TO DO
Count the lines of the data below that include the string "sampling", and provide nothing but the result.

DATA RECORDS
▽

//! Fourier series from the tables: coefficients of sampled functions, carried to the limit of fine sampling.

use std::f64::consts::{FRAC_1_PI, PI};

use endgrain::basis::{amplitude, series};
use endgrain::ends::Ends;

use crate::{EVEN_WHOLE, ODD_WHOLE, forward, inverse};

/// Samples of f on 0..1 with mirrors 0 and 1, `length` steps apart.
fn sampled(ends: Ends, length: usize, f: &dyn Fn(f64) -> f64) -> Vec<f64> {
    let len = if ends == EVEN_WHOLE {
        length + 1
    } else if ends == ODD_WHOLE {
        length - 1
    } else {
        length
    };
    (0..len).map(|n| f((n as f64 + ends.first_position()) / length as f64)).collect()
}

/// The limit for fine sampling of a figure with an error in even powers of the step (midpoint and trapezoidal rule):
/// Romberg's extrapolation over 32 to 1024 steps.
fn limit(figure: &dyn Fn(usize) -> f64) -> f64 {
    let mut row: Vec<f64> = (5..=10).map(|e| figure(1 << e)).collect();
    let mut power = 1.0;
    while row.len() > 1 {
        power *= 4.0;
        row = row.windows(2).map(|pair| pair[1] + (pair[1] - pair[0]) / (power - 1.0)).collect();
    }
    row[0]
}

/// Factor of cos(k pi x) or sin(k pi x), k half cycles over the record.
fn factor(ends: Ends, f: &dyn Fn(f64) -> f64, k: usize) -> f64 {
    limit(&|length| {
        let x = sampled(ends, length, f);
        let index = if ends == Ends::ODD || ends == ODD_WHOLE { k - 1 } else { k };
        forward(ends, &x)[index] * amplitude(ends, x.len(), index)
    })
}

/// Factors of cos(2 pi k x) and sin(2 pi k x), phases counted from the start of the record.
fn pair(f: &dyn Fn(f64) -> f64, k: usize) -> (f64, f64) {
    let turned = |length: usize| {
        let c = forward(Ends::Periodic, &sampled(Ends::Periodic, length, f));
        let scale = amplitude(Ends::Periodic, length, k);
        let (a, b) = (scale * c[2 * k - 1], scale * c[2 * k]);
        // The basis counts phases from sample 0, half a step into the record.
        let (sin, cos) = (PI * k as f64 / length as f64).sin_cos();
        (a * cos - b * sin, a * sin + b * cos)
    };
    (limit(&|length| turned(length).0), limit(&|length| turned(length).1))
}

fn assert_near(found: f64, expected: f64, tolerance: f64, what: &str) {
    assert!((found - expected).abs() <= tolerance, "{what}: {found} is not {expected} within {tolerance:e}");
}

/// NIST DLMF 24.8.5, n = 1: x - 1/2 = -(4/pi^2) sum over odd k of cos(k pi x)/k^2.
#[test]
fn ramp_in_cosines() {
    for ends in [Ends::EVEN, EVEN_WHOLE] {
        assert_near(factor(ends, &|x| x, 0), 0.5, 1e-12, "mean");
        assert_near(factor(ends, &|x| x, 1), -0.4052847346, 1e-9, "k = 1");
        for k in 1..10 {
            let expected = if k % 2 == 0 { 0.0 } else { -4.0 / (PI * k as f64).powi(2) };
            assert_near(factor(ends, &|x| x, k), expected, 1e-9, "k-th cosine");
        }
    }
}

/// NIST DLMF 24.8.2, n = 0: x - 1/2 = -(1/pi) sum of sin(2 pi k x)/k for 0 < x < 1.
#[test]
fn ramp_in_harmonics() {
    assert_near(pair(&|x| x, 1).1, -FRAC_1_PI, 1e-9, "k = 1"); // 0.3183098862
    for k in 1..8 {
        let (cosine, sine) = pair(&|x| x, k);
        assert_near(cosine, 0.0, 1e-9, "cosine");
        assert_near(sine, -1.0 / (PI * k as f64), 1e-9, "sine");
    }
}

/// Carslaw, Fourier Series and Integrals; CRC Standard Mathematical Tables (pages from memory): x on (0, pi) is
/// sum of 2 (-1)^(n+1) sin(n x)/n.
#[test]
fn ramp_in_sines() {
    for ends in [Ends::ODD, ODD_WHOLE] {
        for (n, expected) in [(1, 2.0), (2, -1.0), (3, 2.0 / 3.0), (4, -0.5)] {
            // 1e-12 is of the source's table; pi times x on 0..1.
            assert_near(factor(ends, &|x| PI * x, n), expected, 1e-12, ends.transform());
        }
    }
}

/// NIST DLMF 24.8.4, n = 1: x(1 - x) = (8/pi^3) sum over odd k of sin(k pi x)/k^3.
#[test]
fn parabola_in_sines() {
    for ends in [Ends::ODD, ODD_WHOLE] {
        let f = |x: f64| x * (1.0 - x);
        assert_near(factor(ends, &f, 1), 0.2580122755, 1e-9, "k = 1");
        for k in 1..8 {
            let expected = if k % 2 == 0 { 0.0 } else { 8.0 / (PI * k as f64).powi(3) };
            assert_near(factor(ends, &f, k), expected, 1e-9, "k-th sine");
        }
    }
}

/// NIST DLMF 24.8.1, n = 1: x(1 - x) = 1/6 - (1/pi^2) sum of cos(2 pi k x)/k^2.
#[test]
fn parabola_in_harmonics() {
    let f = |x: f64| x * (1.0 - x);
    assert_near(pair(&f, 1).0, -0.1013211836, 1e-9, "k = 1");
    for k in 1..8 {
        let (cosine, sine) = pair(&f, k);
        assert_near(cosine, -1.0 / (PI * k as f64).powi(2), 1e-9, "cosine");
        assert_near(sine, 0.0, 1e-9, "sine");
    }
}

/// NIST DLMF 24.8.1, rescaled: x(pi - x) on (0, pi) is pi^2/6 - sum of cos(2 m x)/m^2.
#[test]
fn parabola_in_cosines() {
    let f = |x: f64| PI * PI * x * (1.0 - x);
    for ends in [Ends::EVEN, EVEN_WHOLE] {
        assert_near(factor(ends, &f, 0), PI * PI / 6.0, 1e-12, "mean");
        for k in 1..9 {
            let m = k as f64 / 2.0;
            let expected = if k % 2 == 0 { -1.0 / (m * m) } else { 0.0 };
            assert_near(factor(ends, &f, k), expected, 1e-12, "k-th cosine");
        }
    }
}

/// NIST DLMF 24.8.4, n = 0, and 6.16.1: 1 = (4/pi) sum over odd k of sin(k pi x)/k for 0 < x < 1.
#[test]
fn square_wave_in_sines() {
    for ends in [Ends::ODD, ODD_WHOLE] {
        for (k, printed) in [(1, 1.273239545), (2, 0.0), (3, 0.4244131816)] {
            let expected = if k % 2 == 0 { 0.0 } else { 4.0 / (PI * k as f64) };
            // Ten digits are printed; the closed form carries the rest.
            assert_near(printed, expected, 5e-10, "table");
            assert_near(factor(ends, &|_| 1.0, k), expected, 1e-12, "k-th sine");
        }
    }
}

/// Mean square of the coefficients but the constant.
fn mean_square(ends: Ends, f: &dyn Fn(f64) -> f64, from: usize) -> f64 {
    limit(&|length| {
        let c = forward(ends, &sampled(ends, length, f));
        c[from..].iter().map(|v| v * v).sum::<f64>() / length as f64
    })
}

/// NIST DLMF 1.8.5 (Parseval), 25.6.1; Abramowitz and Stegun 23.2.24 and 23.2.25 (numbers of 25.6.1 and of A&S from
/// memory). The mean square is half the sum of the squared factors.
#[test]
fn sums_of_inverse_powers_by_energy() {
    // Sines of x on (0, pi): 2/n.
    let second = mean_square(Ends::ODD, &|x| PI * x, 0) / 2.0;
    assert_near(second, 1.6449340668482264, 1e-12, "sum of 1/n^2");
    // Cosines of x^2 on (0, pi): 4/n^2.
    let fourth = mean_square(Ends::EVEN, &|x| (PI * x).powi(2), 1) / 8.0;
    assert_near(fourth, 1.0823232337111382, 1e-12, "sum of 1/n^4");
    // Cosines of x on (0, pi): 4/(pi n^2), odd n.
    let odd_fourth = mean_square(Ends::EVEN, &|x| PI * x, 1) * PI * PI / 8.0;
    assert_near(odd_fourth, 1.0146780316041921, 1e-12, "sum of 1/n^4, odd n");
    // Sines of x(pi - x): 8/(pi n^3), odd n; all n by the factor 64/63.
    let odd_sixth = mean_square(Ends::ODD, &|x| PI * PI * x * (1.0 - x), 0) * PI * PI / 32.0;
    assert_near(odd_sixth, 1.0014470766409421, 1e-12, "sum of 1/n^6, odd n");
    assert_near(odd_sixth * 64.0 / 63.0, 1.0173430619844491, 1e-12, "sum of 1/n^6");
}

/// NIST DLMF 1.8.5 with 24.8.5 and 24.8.2: the first cosine holds 96/pi^4 of a ramp's variance, the first harmonic 6/pi^2,
/// the first sine 6/pi^2 of its mean square. The sampled figures for N = 64: numpy and SciPy.
#[test]
fn energy_in_the_first_term_of_a_ramp() {
    let share = |ends: Ends, n: usize, from: usize, terms: usize| {
        let c = forward(ends, &sampled(ends, n, &|x| x));
        let energy = |c: &[f64]| c.iter().map(|v| v * v).sum::<f64>();
        energy(&c[from..from + terms]) / energy(&c[from..])
    };
    assert_near(share(Ends::EVEN, 4096, 1, 1), 96.0 / PI.powi(4), 1e-4, "even, N = 4096");
    assert_near(share(Ends::EVEN, 64, 1, 1), 0.98557699, 5e-9, "even, N = 64");
    assert_near(share(Ends::Periodic, 64, 1, 2), 0.60856419, 5e-9, "periodic, N = 64");
    assert_near(limit(&|n| share(Ends::EVEN, n, 1, 1)), 0.985534296, 5e-10, "even");
    assert_near(limit(&|n| share(Ends::Periodic, n, 1, 2)), 0.607927102, 5e-10, "periodic");
    assert_near(limit(&|n| share(Ends::ODD, n, 0, 1)), 0.607927102, 5e-10, "odd");
}

/// NIST DLMF 6.16(i): the partial sums of a square wave overshoot to (2/pi) Si(pi). The sampled figure: SciPy.
#[test]
fn overshoot_of_a_square_wave() {
    const WILBRAHAM_GIBBS: f64 = 1.1789797444721673;
    // m odd sines, at the first maximum x = L/2m: a midpoint sum of (2/pi) sin(t)/t over 0..pi.
    let summit = limit(&|m| {
        let len = 2 * m;
        let mut c = vec![0.0; len];
        for k in (0..len).step_by(2) {
            c[k] = 4.0 / (PI * (k + 1) as f64) / amplitude(ODD_WHOLE, len, k);
        }
        series::value_at(ODD_WHOLE, len, &c, ODD_WHOLE.length(len) / (2.0 * m as f64))
    });
    assert_near(summit, WILBRAHAM_GIBBS, 1e-12, "limit of the summits");

    let mut c = forward(Ends::ODD, &[1.0; 4096]);
    c[256..].fill(0.0);
    let maximum = inverse(Ends::ODD, &c).into_iter().fold(0.0, f64::max);
    assert_near(maximum, 1.17833361, 5e-9, "256 of 4096 sines");
    assert_near(maximum, WILBRAHAM_GIBBS, 2e-3, "256 of 4096 sines");
}

/// NIST DLMF 1.8.11: at a jump the series takes the mean of both sides, here (f(0+) + f(1-))/2.
#[test]
fn a_periodic_ramp_takes_the_mean_at_the_seam() {
    for n in [1, 2, 9, 64] {
        let c = forward(Ends::Periodic, &sampled(Ends::Periodic, n, &|x| x));
        for seam in [0.0, n as f64] {
            // n terms below 1, each with a few roundings of its phase.
            let tolerance = 8.0 * f64::EPSILON * (n as f64).sqrt();
            assert_near(series::value_at(Ends::Periodic, n, &c, seam), 0.5, tolerance, "seam");
        }
    }
}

△

RESPONSE
2